Commuter travel by train is only just hitting 33% of pre-pandemic levels according to the latest industry information, with car travel already meeting pre-pandemic levels.
The new research shows that an increase in commuter train travel is expected through September but could take years for numbers to return to pre-pandemic levels and found that a 20% shift from rail to road would mean approximately 300 million more hours of traffic congestion.
Data also shows that train commuters are essential to both city centres and high streets, given they spend an average of £30 billion each year. This shift could also impact on the environment and the Government’s hopes to reach net-zero with the potential for a rail to road switch, creating an estimated one million tonnes of CO2 emissions every year.
WPI Economics has undertaken the research for the Rail Delivery Group and reveals the extent that rail commuters moving to road shift could create in city centres meaning businesses like coffee shops, pubs and retailers could really feel the impact.
Train commuters who travel to city centres play an essential role in supporting local businesses by spending on average £12 on food and drink, £8 on shopping and £6 on entertainment and culture for each journey.

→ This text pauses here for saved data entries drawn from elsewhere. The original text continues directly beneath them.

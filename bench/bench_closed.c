/* bench_closed.c - the table-free correlators against the DVV table.
 *
 * Usage:  bench_closed        g = 12 (where the table route runs), 30, 100, 1000
 *         bench_closed G ...  the genera given (1 <= G <= WK_TWO_POINT_MAX_G)
 * For each genus three questions, each by two routes, every run in its own child process:
 *   <tau_2 tau_{3g-3}>_g        closed: wk_correlator (two-point form of wk_twopoint.c)
 *                               table:  wk_table_correlator, a fresh table limited to 3e7 entries
 *   <tau_k tau_{3g-1-k}>_g, k = floor(3g/2): the same, where the sum of the form is longest
 *   int_{Mbar_{g,0}} kappa_{3g-3} = <tau_{3g-2}>_g
 *                               closed: pf_integral (one-point form, no table entry)
 *                               table:  pf_expand then wk_table_correlator on each term
 * The table route runs only when the engine's estimate (wk_estimate_entries) is within 3e7, the
 * language's default --max-table, and is stopped after TABLE_BUDGET_S seconds; otherwise the row
 * says why it did not run.  Columns: question, g, route, wall s, CPU s, peak MiB, entries of the
 * table, bits of the denominator (the same in both routes when both ran, else "-").
 */
#include <stdio.h>
#include <stdlib.h>
#include <string.h>

#include <flint/fmpz.h>
#include <flint/fmpq.h>

#include "correlators/pushforward.h"
#include "correlators/wk.h"
#include "bench_util.h"

#define TABLE_BUDGET_S 30
#define TABLE_LIMIT 30000000

/* One run: the question (0: two-point, 1: kappa_{3g-3}, 2: middle two-point) and the route
   (0: closed, 1: table). */
typedef struct {
    slong g;
    int question, table;
} bc_case;

/* res = the question by the table alone, with T.  Returns the engine status. */
static int bc_by_table(fmpq_t res, wk_table *T, slong g, int question)
{
    slong d[2] = {2, 3 * g - 3}, one = 3 * g - 2;
    if (question == 2)
        d[0] = 3 * g / 2, d[1] = 3 * g - 1 - d[0];
    if (question != 1)
        return wk_table_correlator(res, T, g, d, 2);
    return wk_table_correlator(res, T, g, &one, 1);   /* the only term of the pushforward of kappa_{3g-3} */
}

/* res = the question by the closed forms (no table entry may be made: T is limited to one). */
static int bc_by_closed(fmpq_t res, wk_table *T, slong g, int question)
{
    slong d[2] = {2, 3 * g - 3}, *kmult;
    if (question == 2)
        d[0] = 3 * g / 2, d[1] = 3 * g - 1 - d[0];
    if (question != 1)
        return wk_correlator(res, T, g, d, 2);
    kmult = calloc((size_t) (3 * g - 2), sizeof(slong));
    kmult[3 * g - 3] = 1;
    int st = pf_integral(res, T, g, NULL, 0, kmult, 3 * g - 3);
    free(kmult);
    return st;
}

/* Child body: one timed run; writes its usage line, then entries and denominator bits. */
static int bc_run(void *arg, FILE *out)
{
    const bc_case *c = arg;
    wk_table *T = wk_table_new();
    wk_table_set_limit(T, c->table ? TABLE_LIMIT : 1);
    fmpq_t r;
    fmpq_init(r);
    bench_timer t;
    bench_usage u;
    bench_timer_start(&t);
    int st = c->table ? bc_by_table(r, T, c->g, c->question) : bc_by_closed(r, T, c->g, c->question);
    u.wall = bench_timer_wall(&t);
    u.cpu = bench_timer_cpu(&t);
    u.mib = bench_peak_mib();
    if (out) {
        bench_usage_write(out, &u);
        fprintf(out, "%ld %ld %d\n", (long) wk_table_entries(T), (long) fmpz_bits(fmpq_denref(r)), st);
    }
    fmpq_clear(r);
    wk_table_free(T);
    return st == WK_OK ? 0 : 1;
}

/* Runs one case in a child and prints its row. */
static void bc_row(slong g, int question, int table)
{
    static const char *names[3] = {"<tau_2 tau_{3g-3}>_g", "int kappa_{3g-3}", "<tau_k tau_{3g-1-k}>_g"};
    bc_case c = {g, question, table};
    double est = table ? wk_estimate_entries(g, question == 1 ? 1 : 2) : 0.0;
    printf("%-22s %5ld %-7s ", names[question], (long) g, table ? "table" : "closed");
    if (table && est > TABLE_LIMIT) {
        printf("not run: the table estimate is %.3g entries, above %.3g\n", est, (double) TABLE_LIMIT);
        return;
    }
    fflush(stdout);
    bench_child_result res = bench_child_run(bc_run, &c, table ? TABLE_BUDGET_S : 0);
    bench_usage u;
    long entries = 0, bits = 0;
    int st = -1;
    const char *rest = bench_usage_read(&u, res.text);
    if (rest && sscanf(rest, "%ld %ld %d", &entries, &bits, &st) == 3 && bench_child_ok(&res))
        printf("%9.3f %9.3f %8.1f %10ld %8ld\n", u.wall, u.cpu, u.mib, entries, bits);
    else if (res.signaled)
        printf("stopped after %d s\n", TABLE_BUDGET_S);
    else
        printf("failed (engine status %d)\n", st);
    bench_child_clear(&res);
}

int main(int argc, char **argv)
{
    slong defaults[4] = {12, 30, 100, 1000}, gs[64];
    int count = 0;
    for (int i = 1; i < argc && count < 64; i++)
        if (!bench_arg_slong(gs + count++, argv[i], 1, WK_TWO_POINT_MAX_G)) {
            fprintf(stderr, "usage: bench_closed [G ...] with 1 <= G <= %d\n", WK_TWO_POINT_MAX_G);
            return 2;
        }
    if (count == 0)
        for (count = 0; count < 4; count++)
            gs[count] = defaults[count];
    printf("%-22s %5s %-7s %9s %9s %8s %10s %8s\n", "question", "g", "route", "wall_s", "cpu_s", "peak_MiB",
           "entries", "den_bits");
    for (int i = 0; i < count; i++)
        for (int q = 0; q < 3; q++) {
            bc_row(gs[i], q, 0);
            bc_row(gs[i], q, 1);
        }
    flint_cleanup();
    return 0;
}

Despite commuting and business travel by rail being below pre-pandemic levels, leisure travel is picking up much faster, which does suggest that people are confident to travel by train.

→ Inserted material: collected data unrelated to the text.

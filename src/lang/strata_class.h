/* Boundary divisors and strata as classes of the language (strata_class.c): the names
   delta_{irr} (also delta_irr), delta_{h}, delta_{h,S} and stratum_{g,n,k}, their check on the space of an integral, and the
   expansion of an integrand into terms (product of boundary divisors) x (psi-kappa class) that
   the strata route (route_strata.c) integrates with the stable-graph engine. */
#ifndef PSIKAPPA_STRATA_CLASS_H
#define PSIKAPPA_STRATA_CLASS_H

#include "interp.h"
#include "strata/sgint.h"

/* When n is delta_{...}, sets *out to the divisor (NULL after an error reported at n) and
   returns 1; 0 for any other subscripted name. */
int strata_class_subscript(interp *I, scope *s, const node *n, value **out);

/* The same for the plain name delta_irr. */
int strata_class_name(interp *I, const node *n, value **out);

/* Whether v is a class expression holding a boundary divisor. */
int strata_class_in_value(const value *v);

/* Products of more boundary divisors than this are beyond the engine (its edge limit). */
#define SC_MAX_FACTORS SG_MAX_E

/* One term of an expanded integrand: the strata and then the divisors d[0..nf) (sorted, nodes of the integrand, not
   owned) times the boundary-free class rest (owned). */
typedef struct {
    int nf;
    const cx *d[SC_MAX_FACTORS];
    cx *rest;
} sc_term;

typedef struct {
    slong len, cap;
    sc_term *t;
} sc_terms;

void sc_terms_init(sc_terms *T);
void sc_terms_clear(sc_terms *T);

/* Expands e into T (initialised by the caller): the terms with the same divisors are merged,
   those with more than max_factors divisors (zero by degree) dropped.  Returns 0 after
   reporting at where (or at the divisor responsible) what cannot be expanded: exp of a
   boundary class, a power above SC_MAX_POWER, more than SC_MAX_TERMS products. */
#define SC_MAX_POWER 1000
#define SC_MAX_TERMS 10000
int sc_expand_integrand(sc_terms *T, const node *where, const cx *e, slong max_factors);

/* The graph G of the stratum st (CX_STRATUM) after checking that it is a class of Mbar_{g,n}; 0
   after reporting at st's node (or where). */
int sc_stratum_graph(interp *I, sgraph *G, const node *where, slong g, slong n, const cx *st);

/* The divisor d on Mbar_{g,n} as the engine's sg_divisor; 0 after reporting at d's node (or
   where) why it does not exist there. */
int sc_divisor_on(sg_divisor *D, const node *where, slong g, slong n, const cx *d);

#endif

In a bid to get more people back to train travel, the rail industry has put together its biggest national campaign ‘Lets get back on track’. Rail operators have also worked alongside the Government to provide new Flexi Season tickets which give a discount for commuters who travel into the office two to three days a week.

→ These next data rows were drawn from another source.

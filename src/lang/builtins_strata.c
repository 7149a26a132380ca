/* builtins_strata.c - stratumint(g, n, B, C): int_{Mbar_{g,n}} [B] * C for a boundary class B and
 * a class expression C in psi and kappa (or a number).  B is either
 *   k                       the k-th graph of stablegraphs_{g,n} (1-based): its stratum class
 *                           (1/|Aut|) xi_*(1), or
 *   [D_1, ..., D_m]         the product of boundary divisors, each "irr" (delta_irr) or
 *                           [h, [legs]] (delta_{h,S}, S the legs on the genus-h side),
 *   [k, D_1, ..., D_m]      the stratum of the k-th graph times those divisors,
 *   [k1, k2]                the product of two strata, by the generic-graph rule (sgprod.c),
 * with the conventions of docs/conventions.md ("Boundary strata").  Products of divisors are
 * pulled back one at a time with the excess term (src/strata/sgint.h).
 */
#include <stdlib.h>
#include <string.h>
#include <flint/fmpq.h>
#include <flint/fmpq_mpoly.h>
#include <flint/fmpq_vec.h>

#include "builtins.h"
#include "class_expand.h"
#include "classes/cpoly.h"
#include "diag.h"
#include "strata/mccount.h"
#include "strata/sgint.h"
#include "strata_lang.h"
#include "util.h"
#include "verify_account.h"

static value *bst_fail(const node *at, char *msg)
{
    diag_error(&at->loc, "%s", msg);
    free(msg);
    return NULL;
}

/* Reads one divisor ("irr" or [h, [legs]]) of Mbar_{g,n}; 0 after an error at `at`. */
static int bst_divisor(interp *I, const node *at, const value *v, slong g, slong n, sg_divisor *D)
{
    memset(D, 0, sizeof *D);
    if (v->kind == V_STR && strcmp(v->str, "irr") == 0) {
        D->irr = 1;
        if (g >= 1)
            return 1;
        bst_fail(at, xasprintf("Mbar_{0,%ld} has no divisor delta_irr (it needs genus >= 1)", (long) n));
        return 0;
    }
    slong h;
    if (v->kind != V_LIST || v->len != 2 || v->items[1]->kind != V_LIST || v->items[0]->kind != V_NUM
        || !scalar_get_slong(&h, v->items[0]->num, &I->ring)) {
        bst_fail(at, xasprintf("a boundary divisor is \"irr\" or [h, [legs]], e.g. [1, [1, 2]] for delta_{1,{1,2}}"));
        return 0;
    }
    const value *S = v->items[1];
    int ns = 0;
    D->h = (int) h;
    for (slong i = 0; i < S->len; i++) {
        slong leg;
        if (S->items[i]->kind != V_NUM || !scalar_get_slong(&leg, S->items[i]->num, &I->ring) || leg < 1 || leg > n
            || (D->S >> (leg - 1) & 1)) {
            bst_fail(at, xasprintf("the legs of a divisor of Mbar_{%ld,%ld} are distinct integers in 1..%ld", (long) g,
                                   (long) n, (long) n));
            return 0;
        }
        D->S |= 1UL << (leg - 1);
        ns++;
    }
    if (h < 0 || h > g || 2 * h - 1 + ns <= 0 || 2 * (g - h) - 1 + (n - ns) <= 0) {
        bst_fail(at, xasprintf("delta_{%ld,S} with %d legs on the genus-%ld side does not exist on Mbar_{%ld,%ld} "
                               "(both sides must be stable)", (long) h, ns, (long) h, (long) g, (long) n));
        return 0;
    }
    return 1;
}

/* L = the stratum of the k-th graph (value v) of Mbar_{g,n}, *codim its edges; 0 after an error. */
static int bst_graph(interp *I, const node *at, const value *v, slong g, slong n, sg_terms *L, slong *codim,
                     sgraph *out)
{
    slong k;
    sg_list all;
    if (v->kind != V_NUM || !scalar_get_slong(&k, v->num, &I->ring) || k < 1) {
        bst_fail(at, xasprintf("expected a graph number k >= 1 (the k-th of stablegraphs_{g,n}) or a list of divisors"));
        return 0;
    }
    if (!strata_lang_graphs(I, at, (int) g, (int) n, -1, &all))
        return 0;
    if (k > all.len) {
        bst_fail(at, xasprintf("Mbar_{%ld,%ld} has %ld stable graphs, not %ld", (long) g, (long) n, (long) all.len,
                               (long) k));
        sg_list_clear(&all);
        return 0;
    }
    *codim = all.gr[k - 1].ne;
    if (out != NULL)
        *out = all.gr[k - 1];
    int rc = L != NULL ? sg_terms_push_stratum(L, &all.gr[k - 1]) : SG_OK;
    sg_list_clear(&all);
    return rc == SG_OK;
}

/* L = [A] . [B] for B = [k1, k2], two graph numbers: by the generic-graph rule, or (second
   route) by the pull-back of a divisor when one of the two has one edge, else the rule with the
   factors exchanged. */
static int bst_two_graphs(interp *I, const node *at, value *B, slong g, slong n, sg_terms *L, slong *codim,
                          int second)
{
    sgraph A, C;
    slong ca, cb;
    if (!bst_graph(I, at, B->items[0], g, n, NULL, &ca, &A) || !bst_graph(I, at, B->items[1], g, n, NULL, &cb, &C))
        return 0;
    *codim = ca + cb;
    int rc;
    if (second && (A.ne == 1 || C.ne == 1)) {
        const sgraph *D = A.ne == 1 ? &A : &C, *other = A.ne == 1 ? &C : &A;
        sg_divisor d = {D->nv == 1, D->gv[0], 0};
        for (int i = 0; i < D->n && D->nv == 2; i++)
            if (D->legv[i] == 0)
                d.S |= 1UL << i;
        sg_terms O;
        sg_terms_init(&O);
        rc = sg_terms_push_stratum(&O, other);
        if (rc == SG_OK)
            rc = sg_terms_times_divisor(L, &O, &d, 0);
        sg_terms_clear(&O);
    } else
        rc = second ? sg_terms_product_graphs(L, &C, &A, 0) : sg_terms_product_graphs(L, &A, &C, 0);
    if (rc != SG_OK)
        bst_fail(at, xasprintf("this product of strata is beyond the stable-graph engine's limits"));
    return rc == SG_OK;
}

/* L = the class B (argument 2) on Mbar_{g,n}, *codim its degree; 0 after an error.  B is a graph
   number, or a list of divisors optionally led by a graph number; `reverse` multiplies the
   divisors in the reverse order (the graph, when given, stays first). */
static int bst_boundary(interp *I, const node *call, value *B, slong g, slong n, sg_terms *L, slong *codim,
                        int reverse)
{
    const node *at = call->list->items[2];
    if (B->kind == V_NUM)
        return bst_graph(I, at, B, g, n, L, codim, NULL);
    if (B->kind != V_LIST || B->len == 0) {
        bst_fail(at, xasprintf("expected a graph number or a nonempty list of boundary divisors"));
        return 0;
    }
    slong first = 0;
    *codim = 0;
    if (B->len == 2 && B->items[0]->kind == V_NUM && B->items[1]->kind == V_NUM)
        return bst_two_graphs(I, at, B, g, n, L, codim, reverse);
    if (B->items[0]->kind == V_NUM) {
        if (!bst_graph(I, at, B->items[0], g, n, L, codim, NULL))
            return 0;
        first = 1;
    }
    *codim += B->len - first;
    for (slong j = first; j < B->len; j++) {
        slong i = reverse ? B->len - 1 - (j - first) : j;
        sg_divisor D;
        sgraph G;
        if (!bst_divisor(I, at, B->items[i], g, n, &D))
            return 0;
        int rc;
        if (j == 0) {
            sg_divisor_graph(&G, (int) g, (int) n, &D);
            rc = sg_terms_push_stratum(L, &G);
        } else {
            sg_terms P;
            sg_terms_init(&P);
            rc = sg_terms_times_divisor(&P, L, &D, 0);
            sg_terms_clear(L);
            *L = P;
        }
        if (rc != SG_OK) {
            bst_fail(at, xasprintf("this product of divisors is beyond the stable-graph engine's limits"));
            return 0;
        }
    }
    return 1;
}

typedef struct {
    interp *I;
    const sg_terms *L;
    fmpq_mpoly_struct *acc;
    int rc;
    int shift;                 /* vertex integrals by the time shift (second route) */
} bst_run;

static int bst_term(void *data, const slong *psi, slong n, const slong *kmult, slong kmax, const fmpq_mpoly_t coeff)
{
    bst_run *R = data;
    fmpq_t x;
    fmpq_mpoly_t t;
    (void) n;
    if (kmax > SG_KMAX)
        return R->rc = SG_LIMIT;
    fmpq_init(x);
    fmpq_mpoly_init(t, R->I->ring.ctx);
    R->rc = R->shift ? sg_terms_integral_shift(x, R->I->wk, R->L, psi, kmult, (int) kmax)
                     : sg_terms_integral(x, R->I->wk, R->L, psi, kmult, (int) kmax);
    fmpq_mpoly_scalar_mul_fmpq(t, coeff, x, R->I->ring.ctx);
    fmpq_mpoly_add(R->acc, R->acc, t, R->I->ring.ctx);
    fmpq_clear(x);
    fmpq_mpoly_clear(t, R->I->ring.ctx);
    return R->rc;
}

/* int [B] C with the divisors of B multiplied in the given order (reverse: last first) and the
   vertex integrals by the pushforward or (second) the time shift; NULL after an error. */
static value *bst_compute(interp *I, const node *call, value **args, slong g, slong n, int second)
{
    slong codim = 0;
    sg_terms L;
    sg_terms_init(&L);
    value *r = NULL;
    if (bst_boundary(I, call, args[2], g, n, &L, &codim, second)) {
        r = value_new_num(&I->ring);
        slong dim = 3 * g - 3 + n;
        if (codim <= dim) {
            cpoly P;
            cx *c = value_to_class(args[3]);
            cpoly_init_degree(&P, g, n, dim - codim, I->lim.max_class_terms, I->ring.ctx);
            bst_run R = {I, &L, r->num, SG_OK, second};
            if (!class_expand_reported(&P, call->list->items[3], c) || cpoly_foreach_top(&P, bst_term, &R) != 0) {
                if (R.rc != SG_OK)
                    diag_error(&call->loc, "the vertex integrals of this stratum are beyond the engine's limits");
                value_release(r);
                r = NULL;
            }
            cx_release(c);
            cpoly_clear(&P);
        }
    }
    sg_terms_clear(&L);
    return r;
}

/* --verify: the divisors pulled back in the reverse order (other vertex degenerations and
   excess terms at every step) and every vertex integral by the time shift instead of the
   pushforward, compared. */
static value *bst_verify(interp *I, const node *call, value **args, slong g, slong n, value *r)
{
    verify_second_begin(I);
    value *s = bst_compute(I, call, args, g, n, 1);
    verify_second_end(I);
    if (s == NULL) {
        value_release(r);
        return NULL;
    }
    int same = fmpq_mpoly_equal(r->num, s->num, I->ring.ctx);
    value_release(s);
    if (!same) {
        value_release(r);
        diag_error(&call->loc, "verification failed: the second route (divisors in the reverse order, vertex "
                               "integrals by the time shift) differs (please report this input)");
        return NULL;
    }
    verify_checked(I, VERIFY_VALUE, 1);
    return r;
}

static value *bst_stratumint(interp *I, const node *call, value **args)
{
    slong g, n;
    if (!builtin_get_slong(I, call, args, 0, 0, 1000, &g) || !builtin_get_slong(I, call, args, 1, 0, SG_MAX_N, &n))
        return NULL;
    if (2 * g - 2 + n <= 0 || 3 * g - 3 + n > SG_MAX_E || 2 * g - 2 + n > SG_MAX_V)
        return bst_fail(call, xasprintf(2 * g - 2 + n <= 0 ? "Mbar_{%ld,%ld} is not stable (2g-2+n must be positive)"
                                                           : "Mbar_{%ld,%ld} is too large for the stable-graph engine",
                                        (long) g, (long) n));
    if (args[3]->kind != V_CLASS && args[3]->kind != V_NUM)
        return bst_fail(call->list->items[3], xasprintf("expected a class expression in psi and kappa, got a %s",
                                                        value_kind_name(args[3])));
    value *r = bst_compute(I, call, args, g, n, 0);
    if (r != NULL && I->verify)
        r = bst_verify(I, call, args, g, n, r);
    return r;
}

/* multicurvepoly(g, n, k, x): P_Gamma(x) of mccount.h for the k-th graph of stablegraphs_{g,n}. */
static value *bst_multicurvepoly(interp *I, const node *call, value **args)
{
    slong g, n, k, var;
    sg_list all;
    if (!builtin_get_slong(I, call, args, 0, 0, 1000, &g) || !builtin_get_slong(I, call, args, 1, 0, SG_MAX_N, &n)
        || !builtin_get_slong(I, call, args, 2, 1, WORD_MAX, &k) || (var = builtin_get_var(I, call, args, 3)) < 0)
        return NULL;
    if (2 * g - 2 + n <= 0 || 3 * g - 3 + n > SG_MAX_E || 2 * g - 2 + n > SG_MAX_V)
        return bst_fail(call, xasprintf("Mbar_{%ld,%ld} is not stable or too large for the stable-graph engine",
                                        (long) g, (long) n));
    if (!strata_lang_graphs(I, call->list->items[2], (int) g, (int) n, -1, &all))
        return NULL;
    if (k > all.len || all.gr[k - 1].ne == 0) {
        value *r = bst_fail(call->list->items[2], k > all.len
            ? xasprintf("Mbar_{%ld,%ld} has %ld stable graphs, not %ld", (long) g, (long) n, (long) all.len, (long) k)
            : xasprintf("graph %ld of Mbar_{%ld,%ld} has no edge: it is not the dual graph of a multicurve", (long) k,
                        (long) g, (long) n));
        sg_list_clear(&all);
        return r;
    }
    slong dim = 3 * g - 3 + n;
    fmpq *coef = _fmpq_vec_init(dim + 1);
    value *r = NULL;
    if (mc_count_poly(coef, &all.gr[k - 1], I->wk) != SG_OK)
        diag_error(&call->loc, "the vertex integrals of this multicurve are beyond the engine's limits");
    else {
        fmpq_mpoly_t x, p, t;
        fmpq_mpoly_init(x, I->ring.ctx);
        fmpq_mpoly_init(p, I->ring.ctx);
        fmpq_mpoly_init(t, I->ring.ctx);
        scalar_set_gen(x, &I->ring, (int) var);
        scalar_set_gen(p, &I->ring, SCALAR_PI);
        r = value_new_num(&I->ring);
        for (slong j = 0; j <= dim; j++) {
            fmpq_mpoly_t u;
            fmpq_mpoly_init(u, I->ring.ctx);
            fmpq_mpoly_pow_ui(t, x, (ulong) (2 * dim - 2 * j), I->ring.ctx);
            fmpq_mpoly_pow_ui(u, p, (ulong) (2 * j), I->ring.ctx);
            fmpq_mpoly_mul(t, t, u, I->ring.ctx);
            fmpq_mpoly_scalar_mul_fmpq(t, t, coef + j, I->ring.ctx);
            fmpq_mpoly_add(r->num, r->num, t, I->ring.ctx);
            fmpq_mpoly_clear(u, I->ring.ctx);
        }
        fmpq_mpoly_clear(x, I->ring.ctx);
        fmpq_mpoly_clear(p, I->ring.ctx);
        fmpq_mpoly_clear(t, I->ring.ctx);
    }
    _fmpq_vec_clear(coef, dim + 1);
    sg_list_clear(&all);
    if (r != NULL && I->verify)
        r = verify_unchecked_value(I, call, r, "no second route for counting polynomials (their leading "
                                               "coefficients are checked against the volumes in the unit tests)");
    return r;
}

const builtin builtins_strata[] = {
    {"stratumint", 4, bst_stratumint,
     "stratumint(g, n, B, C): int_{Mbar_{g,n}} [B] C, B a graph number or a list of divisors \"irr\" / [h, [legs]]"},
    {"multicurvepoly", 4, bst_multicurvepoly,
     "multicurvepoly(g, n, k, x): the integrated counting polynomial of the multicurve with the k-th graph of stablegraphs_{g,n}"},
    {NULL, 0, NULL, NULL},
};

Rail companies are also helping passengers travel with confidence by keeping up enhanced cleaning routines and making sure that trains are well ventilated with an average of 8 out of 10 carriages featuring systems that refresh air every six to nine minutes, information has also been improved to let passengers know how busy trains are allowing them to avoid busy times.
Andy Bagnall, director general of the Rail Delivery Group, said: “For many former Monday to Friday commuters the future is undoubtedly going to be a mix of home and office working but the extent to which people return to the workplace and whether or not they take the train to get there is going to be crucial.
“When people take the train it’s more than a journey – it will impact the future of thousands of small businesses, local air quality and the government’s net zero ambitions.
“We want to ensure that returning commuters get the best deal and new Flexi Seasons are a good start, but we also want to work with government on extending tap-in, tap-out pay-as-you-go to major cities beyond the capital so that people know they are always paying the best price.”
Andrew Carter, Chief Executive of Centre for Cities, said: “Congestion from cars causes both economic and health problems: Pre-Covid, more than one in 19 deaths in UK cities and large towns were related to long-term exposure to air pollution. So, it is now vital that people change how they get around.
“Centre for Cities has previously called on city leaders to introduce congestion charging and clean air zones to encourage people out of their cars and onto public transport. As we emerge from the pandemic, they should push ahead with this policy.”